Input material
def fit_coefficients(
    star_ids: Sequence[Any],
    V: Any,
    V_err: Any,
    B: Any,
    B_err: Any,
    v_inst: Any,
    v_inst_err: Any,
    b_inst: Any,
    b_inst_err: Any,
    *,
    clip_sigma: float = 3.5,
    min_stars: int = 4,
    min_colour_range: float = 1.0,
) -> CoefficientFit:
    """Fit ``eps`` and ``mu`` to a standard field (Hardie 1962; Henden & Kaitchuck 1982).

    Fit 1: ``V - v = eps (B - V) + zeta_v``; fit 2: ``B - V = mu (b - v) + zeta_bv``.
    Both are straight lines with errors in both variables and their correlation
    (York et al. 2004, Am. J. Phys. 72, 367, reference from memory; its weights are the effective
    variances: fit 1 shares the catalogue V between ``x`` and ``y``, so
    ``var(y - eps x) = (1 + eps)^2 sV^2 + eps^2 sB^2 + sv^2``; fit 2 has
    ``var(y - mu x) = sB^2 + sV^2 + mu^2 (sb^2 + sv^2)``), iterated in the slope.
    An excess scatter ``s`` of the catalogue magnitudes (added in quadrature to
    both sB and sV, and so entering both variables of fit 1 with the same
    correlation) is fitted per line so that the reduced chi-square is one; when
    it had to be estimated the coefficient errors are widened to the Student-t
    68.27% quantile with ``n - 2`` degrees of freedom.  Catalogue values that
    scatter beyond their quoted errors thus give honest coefficient errors.

    Outliers are rejected one at a time, the worst first: each star is compared
    with the line fitted to the other stars (with their own excess), its
    residual divided by the square root of its variance plus that line's
    variance at its colour; a star is rejected when this exceeds, in either fit,
    the Student-t quantile with the others' ``n - 3`` degrees of freedom at the
    two-sided probability of ``clip_sigma`` normal sigma (with few stars a
    scatter cannot be established, so only gross outliers go).  Never below
    ``min_stars`` stars.

    Parameters
    ----------
    star_ids : sequence
        One identifier per star (used in reasons).
    V, V_err, B, B_err : array_like
        Catalogue standard magnitudes and 1-sigma errors (NaN error: treated as 0;
        the intrinsic scatter stands in).
    v_inst, v_inst_err, b_inst, b_inst_err : array_like
        Mean instrumental magnitudes of each star with any zero point (for example
        calibrated mean magnitudes from an ensemble solution of the field; a
        common zero point drops out into ``zeta``) and their 1-sigma errors.
    clip_sigma : float
        Rejection threshold (robust sigma).
    min_stars : int
        Fewest stars to fit with (>= 3).
    min_colour_range : float
        B - V span (mag) below which the result carries a warning that the slopes
        are poorly constrained (common practice: standards should span at least
        about 1 mag in B - V).

    Returns
    -------
    CoefficientFit

    Raises
    ------
    InputError
        Mismatched inputs, negative errors, or fewer than ``min_stars`` usable stars.
    """
    clip_sigma = check_positive(clip_sigma, "clip_sigma")
    min_colour_range = float(min_colour_range)
    if not (math.isfinite(min_colour_range) and min_colour_range >= 0):
        raise InputError(f"min_colour_range must be a number >= 0 (mag), got {min_colour_range!r}")
    if isinstance(min_stars, bool) or not isinstance(min_stars, (int, np.integer)) or min_stars < 3:
        raise InputError(f"min_stars must be an integer >= 3 (a line with a fitted scatter needs 3), got {min_stars!r}")
    sf = _standard_field(star_ids, V, V_err, B, B_err, v_inst, v_inst_err, b_inst, b_inst_err)
    warnings: list[str] = []
    usable = np.isfinite(sf.V) & np.isfinite(sf.B) & np.isfinite(sf.v) & np.isfinite(sf.b)
    rejected: list[tuple[str, str]] = []
    for i in np.flatnonzero(~usable):
        missing = [nm for nm, a in (("V", sf.V), ("B", sf.B), ("v_inst", sf.v), ("b_inst", sf.b))
                   if not np.isfinite(a[i])]
        rejected.append((sf.ids[i], "no " + ", ".join(missing)))
    n_usable = int(np.count_nonzero(usable))
    if n_usable < min_stars:
        raise InputError(
            f"a standard field needs at least {min_stars} stars with B, V and both instrumental magnitudes; "
            f"found {n_usable}"
        )
    if np.any(sf.no_err & usable):
        warnings.append(
            f"{int(np.count_nonzero(sf.no_err & usable))} standard star(s) have a missing error (treated as 0; "
            f"the fitted excess scatter stands in)"
        )

    used, line1, line2 = _reject_outliers(sf, usable, clip_sigma, int(min_stars), rejected)
    x1_all, y1_all = sf.B - sf.V, sf.V - sf.v
    x2_all, y2_all = sf.b - sf.v, sf.B - sf.V
    n_used = int(np.count_nonzero(used))
    colour_range = float(np.ptp(x1_all[used]))
    if colour_range < min_colour_range:
        warnings.append(
            f"the standard stars span only {colour_range:.2f} mag in B - V (at least {min_colour_range:g} wanted): "
            f"the colour range is too narrow to constrain the slope; the coefficients are uncertain"
        )
    resid_v = np.where(usable, y1_all - line1["a"] - line1["b"] * x1_all, np.nan)
    resid_bv = np.where(usable, y2_all - line2["a"] - line2["b"] * x2_all, np.nan)
    # with the excess estimated from the data the slope follows Student's t with n - 2
    # degrees of freedom: widen to its 68.27% quantile, as the ensemble's calibration error is
    widen = [float(special.stdtrit(n_used - 2, ONE_SIGMA_QUANTILE)) if ln["s2"] > 0 else 1.0 for ln in (line1, line2)]
    return CoefficientFit(
        epsilon_v=float(line1["b"]),
        epsilon_v_err=float(line1["b_err"]) * widen[0],
        zeta_v=float(line1["a"]),
        zeta_v_err=float(line1["a_err"]) * widen[0],
        mu_bv=float(line2["b"]),
        mu_bv_err=float(line2["b_err"]) * widen[1],
        zeta_bv=float(line2["a"]),
        zeta_bv_err=float(line2["a_err"]) * widen[1],
        rms_v=float(np.sqrt(np.mean(resid_v[used] ** 2))),
        rms_bv=float(np.sqrt(np.mean(resid_bv[used] ** 2))),
        intrinsic_v=float(math.sqrt(line1["s2"])),
        intrinsic_bv=float(math.sqrt(line2["s2"])),
        n_stars=n_used,
        colour_range=colour_range,
        rejected=tuple(rejected),
        warnings=tuple(warnings),
        star_ids=sf.ids,
        x_v=read_only(np.where(usable, x1_all, np.nan)),
        y_v=read_only(np.where(usable, y1_all, np.nan)),
        resid_v=read_only(resid_v),
        x_bv=read_only(np.where(usable, x2_all, np.nan)),
        y_bv=read_only(np.where(usable, y2_all, np.nan)),
        resid_bv=read_only(resid_bv),
        used=read_only(used, bool),
        clip_sigma=clip_sigma,
        min_stars=int(min_stars),
        min_colour_range=min_colour_range,
        xerr_v=read_only(np.hypot(sf.sB, sf.sV)),
        yerr_v=read_only(np.hypot(sf.sV, sf.sv)),
        xerr_bv=read_only(np.hypot(sf.sb, sf.sv)),
        yerr_bv=read_only(np.hypot(sf.sB, sf.sV)),
    )
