def _pilot_fold(tau, y, w, f, n_bins):
    """Binned fold: bin means (NaN where empty), their errors and an occupancy mask.

    The errors of the bin means are scaled by the scatter seen within the bins
    (their reduced chi-square), so that the knot placement does not depend on
    the overall scale of the stated errors.
    """
    ph = f * tau
    ph -= np.floor(ph)
    idx = np.minimum((ph * n_bins).astype(np.intp), n_bins - 1)
    cnt = np.bincount(idx, minlength=n_bins)
    sw = np.bincount(idx, weights=w, minlength=n_bins)
    swy = np.bincount(idx, weights=w * y, minlength=n_bins)
    has = sw > 0
    with np.errstate(invalid="ignore", divide="ignore"):
        mean = np.where(has, swy / sw, np.nan)
        within = float(np.sum(w * (y - mean[idx]) ** 2))
        dof = int(cnt.sum() - np.count_nonzero(has))
        scale = within / dof if dof > 0 and within > 0 else 1.0
        err = np.where(has, np.sqrt(scale / sw), np.nan)
    return mean, err, has


def _variation_density(mean: np.ndarray, err: np.ndarray, has: np.ndarray) -> np.ndarray:
    """Per-bin variation of the folded curve in excess of its noise (not normalised)."""
    n_bins = mean.size
    centres = (np.arange(n_bins) + 0.5) / n_bins
    filled = np.interp(centres, centres[has], mean[has], period=1.0)
    efill = np.interp(centres, centres[has], err[has], period=1.0)
    diff = np.abs(np.roll(filled, -1) - filled)
    noise = np.hypot(efill, np.roll(efill, -1))
    excess = np.maximum(diff - noise, 0.0)
    # spread over +-2 bins so that eclipse bottoms (flat slope, high curvature) get knots too
    kernel = np.array([1.0, 2.0, 3.0, 2.0, 1.0])
    return sum(k * np.roll(excess, s) for k, s in zip(kernel, range(-2, 3)))


def _knots(variation: np.ndarray, has: np.ndarray, alpha: float, n_knots: int) -> np.ndarray:
    """Knots at equal quantiles of the mixed density (uniform + variation, both over phases with data)."""
    n_bins = has.size
    support = has | np.roll(has, 1) | np.roll(has, -1)
    dens = support / support.sum()
    var = variation * support
    vs = var.sum()
    if alpha > 0 and vs > 0:
        dens = (1.0 - alpha) * dens + alpha * var / vs
    cdf = np.concatenate([[0.0], np.cumsum(dens)])
    cdf /= cdf[-1]
    edges = np.arange(n_bins + 1) / n_bins
    keep = np.concatenate([[True], np.diff(cdf) > 0])  # strictly increasing for np.interp
    q = (np.arange(n_knots) + 0.5) / n_knots
    return np.unique(np.interp(q, cdf[keep], edges[keep]))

Work order
Could you work out how many lines above contain the string "Student"? Answer with the number only.

Output below
3